To specifically examine the relationship between chemokine dose and intracellular signaling in B cell lacking Rgs1 we stimulated B cells purified from wild type and Rgs1−/− mice with increasing concentrations of CXCL12 or CXCL13 and plotted the log of the concentration versus the peak in [Ca2+]i. For both chemokines we found that at each concentration the peak response of the Rgs1−/− B cells exceeded that of wild type mice and the difference became more evident at higher concentrations. Similar results were observed with a human B cell line, where RGS1 and RGS13 expression were reduced, and with an immature human mast cell line, where RGS13 expression was reduced.20;21

B cells from Gnai3 deficient mice had enhanced responses to chemokines

B and T lymphocyte chemotaxis, lymph nodes homing, lymph node egress, thymus egress, and positioning within lymph node organs are all sensitive to pertussis toxin treatment, which ADP ribosylates the Gαi subunits Gαi1, Gαi2, Gαi3, and Goα but not Gzα. Mature B and T lymphocytes predominantly express Gαi2 and Gαi3, but not Gαi1. Lymphocytes lacking Gαi2 exhibit defects in all of the above with the exception of lymph node and thymus egress although sphingosine 1-phosphate (S1P) mediated lymphocyte chemotaxis is markedly reduced in the absence of Gαi2.8,9,22. Some residual chemotaxis has been noted with the Gnai2−/− lymphocytes, however, it is insensitive to pertussis toxin treatment.8,9 Together these data argue that Gαi3 cannot mediate lymphocyte CXCR4, CXCR5, or CCR7 triggered chemotaxis. The inability of Gαi3 to substitute for Gαi2 in lymphocyte chemotaxis despite the elevated Gαi3 expression is somewhat surprising. To directly examine the role of Gαi3 in B lymphocytes we performed chemotaxis assays and examined chemokine induced changes in [Ca2+]i using B cells prepared from Gnai3−/− mice. The percentage of chemokine-responsive cells from the Gnai3−/− mice equaled or exceeded the number from controls (Figure 4). In addition the increase in [Ca2+]i elicited by the CXCL12, CXCL13, and CCL19 exceeded the levels achieved with wild type control B cells (Figure 4). These results indicate that in contrast to Gαi2, Gαi3 is not needed for B lymphocytes to respond to chemokines, and that in its absence, Gαi2 may more efficiently couple to chemoattractant receptors.

Figure 4
Comparison of chemokine responses of B cells prepared from wild type and Gnai3−/− mice. A. Chemotaxis assays. B cells purified from wild-type (littermate controls) and Gnai3−/− mice were subjected to a 2 h chemotaxis in ...

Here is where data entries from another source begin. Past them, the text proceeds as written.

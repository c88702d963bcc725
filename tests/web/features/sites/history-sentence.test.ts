import { historySentence } from '@embertally/web/src/features/sites/history-sentence.ts';
import { describe, expect, it } from 'vitest';

const reader = {
  units: 'SI' as const,
  memberName: (id: string) => (id === 'm1' ? 'Bram Lindholm' : undefined),
};
const by = { name: 'Ines Okoro', organisation_name: 'Harbourwell Fire Office' };

function sentence(
  action: string,
  facts: Record<string, string | number | null> = {},
  id = 'm1',
  who: typeof by | null = by,
) {
  return historySentence({ action, by: who, facts, object: { kind: 'x', id } }, reader);
}

describe('one line of a history', () => {
  it.each([
    ['site-role.given', { role: 'reviewer' }, 'Ines Okoro gave Bram Lindholm the role reviewer'],
    ['building.made', { name: 'Main building' }, 'Ines Okoro made the building “Main building”'],
    [
      'limit.set',
      { quantity: 'load_per_floor_MJ_m2', bound: 680, source: 'permit' },
      'Ines Okoro set a limit on fire load density, 680 MJ/m²',
    ],
    ['access.refused', { wanted: 'site-role.give' }, 'Ines Okoro was refused: site role give'],
  ])('of %s reads as a sentence', (action, facts, words) => {
    expect(sentence(action, facts)).toBe(words);
  });

  it('names somebody who has left by what is known', () => {
    expect(sentence('site-role.taken', { role: 'viewer' }, 'gone')).toBe(
      'Ines Okoro took the role viewer from somebody who has no role here now',
    );
  });

  it('of something not yet put into words is still told', () => {
    expect(sentence('trial.offered')).toBe('Ines Okoro: trial offered');
  });

  it('without a person is the system’s', () => {
    expect(sentence('site.edited', {}, 'm1', null)).toBe('The system changed the site’s name, address or time zone');
  });

  it('with a quantity it does not know keeps its sense', () => {
    expect(sentence('limit.set', { quantity: 'smoke', bound: 3 })).toBe('Ines Okoro set a limit on a room');
  });
});
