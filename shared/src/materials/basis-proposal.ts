import { figure } from '../methods/figure.ts';
import { formatNumber } from '../units/format-number.ts';
import type { MaterialBasis } from './derived-material.ts';
import { receivedHeat } from './received-heat.ts';
import type { WayHeat } from './way-heat.ts';

/** A factor on the stated net heat, with what the material would then have as received, in words. */
export function basisProposal(heat: WayHeat, factor: number): NonNullable<MaterialBasis['proposal']> {
  const net = receivedHeat(heat, heat.net_MJ_kg * factor);
  return {
    factor,
    net_MJ_kg: net,
    text: `Multiplied by ${figure(Number(factor.toPrecision(4)))} it would be ${formatNumber(net, 3)} MJ/kg.`,
  };
}
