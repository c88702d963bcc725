import { z } from 'zod/mini';
import type { EntityKind } from './survey-document.ts';
import { corner, entry, opening, room, storey } from './versions/v2.ts';

/** What a whole row of each kind must look like. */
export const rowSchemas = { storey, corner, room, opening, entry } as const satisfies Record<
  EntityKind,
  z.core.$ZodType
>;

/** What an edit of each kind may touch: any fields but the id and the storey a thing belongs to. */
export const patchSchemas = {
  storey: z.partial(z.omit(storey, { id: true })),
  corner: z.partial(z.omit(corner, { id: true, storey_id: true })),
  room: z.partial(z.omit(room, { id: true, storey_id: true })),
  opening: z.partial(z.omit(opening, { id: true, storey_id: true })),
  entry: z.partial(z.omit(entry, { id: true })),
} as const satisfies Record<EntityKind, z.core.$ZodType>;
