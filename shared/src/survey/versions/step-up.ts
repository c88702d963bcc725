import type { Change } from '../change.ts';
import type { EntityKind } from '../survey-document.ts';

type Fields = Readonly<Record<string, unknown>>;

/** What version 2 added to rows, and what an older row means by not having it. */
const ADDED: Readonly<Partial<Record<EntityKind, Fields>>> = {
  room: { assumptions: null, photos: [], to_do: '' },
  entry: { measure: null },
};

/**
 * Changes made by an older release, brought to the present form: kept sets on a device, undo steps and the feed hold
 * whole rows of their day. Edits carry touched fields only and stay as they are.
 */
export function stepUpChanges<C extends Change>(changes: readonly C[]): C[] {
  return changes.map((change) => (isOld(change) ? stepUp(change) : change));
}

function isOld({ kind, before, after }: Change): boolean {
  const row = wholeRow(before, after);
  const added = ADDED[kind];
  return row !== null && added !== undefined && Object.keys(added).some((field) => !(field in row));
}

function stepUp<C extends Change>(change: C): C {
  const added = ADDED[change.kind];
  return change.before === null
    ? { ...change, after: { ...added, ...change.after } }
    : { ...change, before: { ...added, ...change.before } };
}

function wholeRow(before: Change['before'], after: Change['after']): Change['before'] {
  if (before === null) return after;
  return after === null ? before : null;
}
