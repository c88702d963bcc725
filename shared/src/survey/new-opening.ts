import type { Opening } from './survey-document.ts';

type Start = Pick<Opening, 'width_m' | 'height_m' | 'sill_m' | 'state'>;

/** How an opening of each kind starts: a door is closed, a window's glass fails at flashover, a vent stands open. */
export const OPENING_STARTS: Readonly<Record<Opening['kind'], Start>> = {
  door: { width_m: 0.9, height_m: 2, sill_m: 0, state: 'closed' },
  window: { width_m: 1.2, height_m: 1.2, sill_m: 0.9, state: 'fails' },
  vent: { width_m: 0.6, height_m: 0.3, sill_m: 2, state: 'open' },
  shutter: { width_m: 3, height_m: 2.5, sill_m: 0, state: 'closed' },
  gap: { width_m: 1, height_m: 2, sill_m: 0, state: 'open' },
};

/** An opening in a wall, with the size and state its kind starts with unless given. */
export function newOpening(
  given: Pick<Opening, 'id' | 'storey_id' | 'wall' | 'offset_m' | 'kind'> & Partial<Opening>,
): Opening {
  return { ...OPENING_STARTS[given.kind], label: '', ...given };
}
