import { z } from 'zod/mini';
import { ENTITY_KINDS, type EntityKind } from './survey-document.ts';

/**
 * What one gesture did to one row. A create has `before: null` and the whole row in `after`; an edit carries only the
 * touched fields on both sides; a delete carries the whole row in `before` and `after: null`.
 */
export interface Change {
  readonly kind: EntityKind;
  readonly id: string;
  readonly before: Readonly<Record<string, unknown>> | null;
  readonly after: Readonly<Record<string, unknown>> | null;
}
export type Changes = readonly Change[];

export const MAX_CHANGES = 2000;
export const MAX_CHANGE_SET_BYTES = 2 * 1024 * 1024;

const fields = z.nullable(z.record(z.string(), z.unknown()));
export const changeSchema = z.strictObject({
  kind: z.enum(ENTITY_KINDS as [EntityKind, ...EntityKind[]]),
  id: z.uuid(),
  before: fields,
  after: fields,
});
export const changeSetBodySchema = z.strictObject({
  /** Made by the client; the same id with the same body gets the stored answer again. */
  id: z.uuid(),
  /** What the gesture was, for the history: a command's name. */
  label: z.string().check(z.maxLength(120)),
  changes: z.array(changeSchema).check(z.minLength(1), z.maxLength(MAX_CHANGES)),
});
export type ChangeSetBody = z.infer<typeof changeSetBodySchema>;

/** Why a change could not be merged. `geometry`: each side is fine alone, together they break an invariant. */
export const clashSchema = z.strictObject({
  reason: z.enum(['field', 'gone', 'edited', 'geometry']),
  kind: z.enum(ENTITY_KINDS as [EntityKind, ...EntityKind[]]),
  id: z.uuid(),
  field: z.nullable(z.string()),
  base: z.unknown(),
  theirs: z.unknown(),
  mine: z.unknown(),
  by: z.nullable(z.string()),
  at: z.nullable(z.iso.datetime()),
  /** One sentence for the person. */
  message: z.string(),
});
export type Clash = z.infer<typeof clashSchema>;
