/** EN 1991-1-2 E.3: 0.8 for mainly cellulosic goods, 1 for all others. */
export function combustionFactorOf(cellulosic: boolean): 0.8 | 1 {
  return cellulosic ? 0.8 : 1;
}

Loss of single allele of Ccr7 minimally affected CCR7 triggered chemotaxis of B cells

Since we had observed changes in chemokine responsiveness in B cells lacking one allele of Rgs1 or one allele of Gnai2 we examined the consequences of the loss of one allele of Ccr7 on B cell responsiveness to the chemoattractant Ccl19. Varying Ccr7 expression, hence Ccr7 mediated signaling, is known to help B cells position themselves properly in the B cell follicle.23 We isolated B cells from wild type, Ccr7+/−, and Ccr7−/− littermates derived from a heterozygote cross and tested for their ability to respond in a standard chemotaxis assay. Surprisingly we found that the lack of one allele of Ccr7, which caused a greater than 50% reduction in CCR7 expression as assessed by flow cytometry, had only a modest impact of B cell chemotaxis to the Ccl19. B cells from Ccr7+/− mice responded to low concentrations of CCL19 as well as did the wild type control mice although they showed a modest decrease (20%) at higher concentrations of CCL19 (Figure 5). As expected B cells from Ccr7−/− mice failed to respond to CCL19, but they responded well to CXCL12 even surpassing the wild type B cell responses particularly with lower concentrations of chemokine. In addition, the Ccr7−/− B cells responded better to CXCL13 than did the wild type B cells (data not shown). Thus, the lack of one allele of Rgs1 or Gnai2 affected Ccl19 triggered chemotaxis more than did the loss of a single allele of Ccr7. This argues that small changes in chemokine receptor expression may not be translated into significant changes in chemokine responsiveness while similar magnitude changes in Gnai2 and Rgs1 expression can impact chemokine responsiveness.

Figure 5
Comparison of Ccl19 triggered chemotaxis of B cells from wild type, Ccr7+/−, and Ccr7−/− mice. (a) CCR7 expression on wild type and mutant mice. Flow cytometry with an isotype control and CCR7 antibody. Spleens B cells were purified ...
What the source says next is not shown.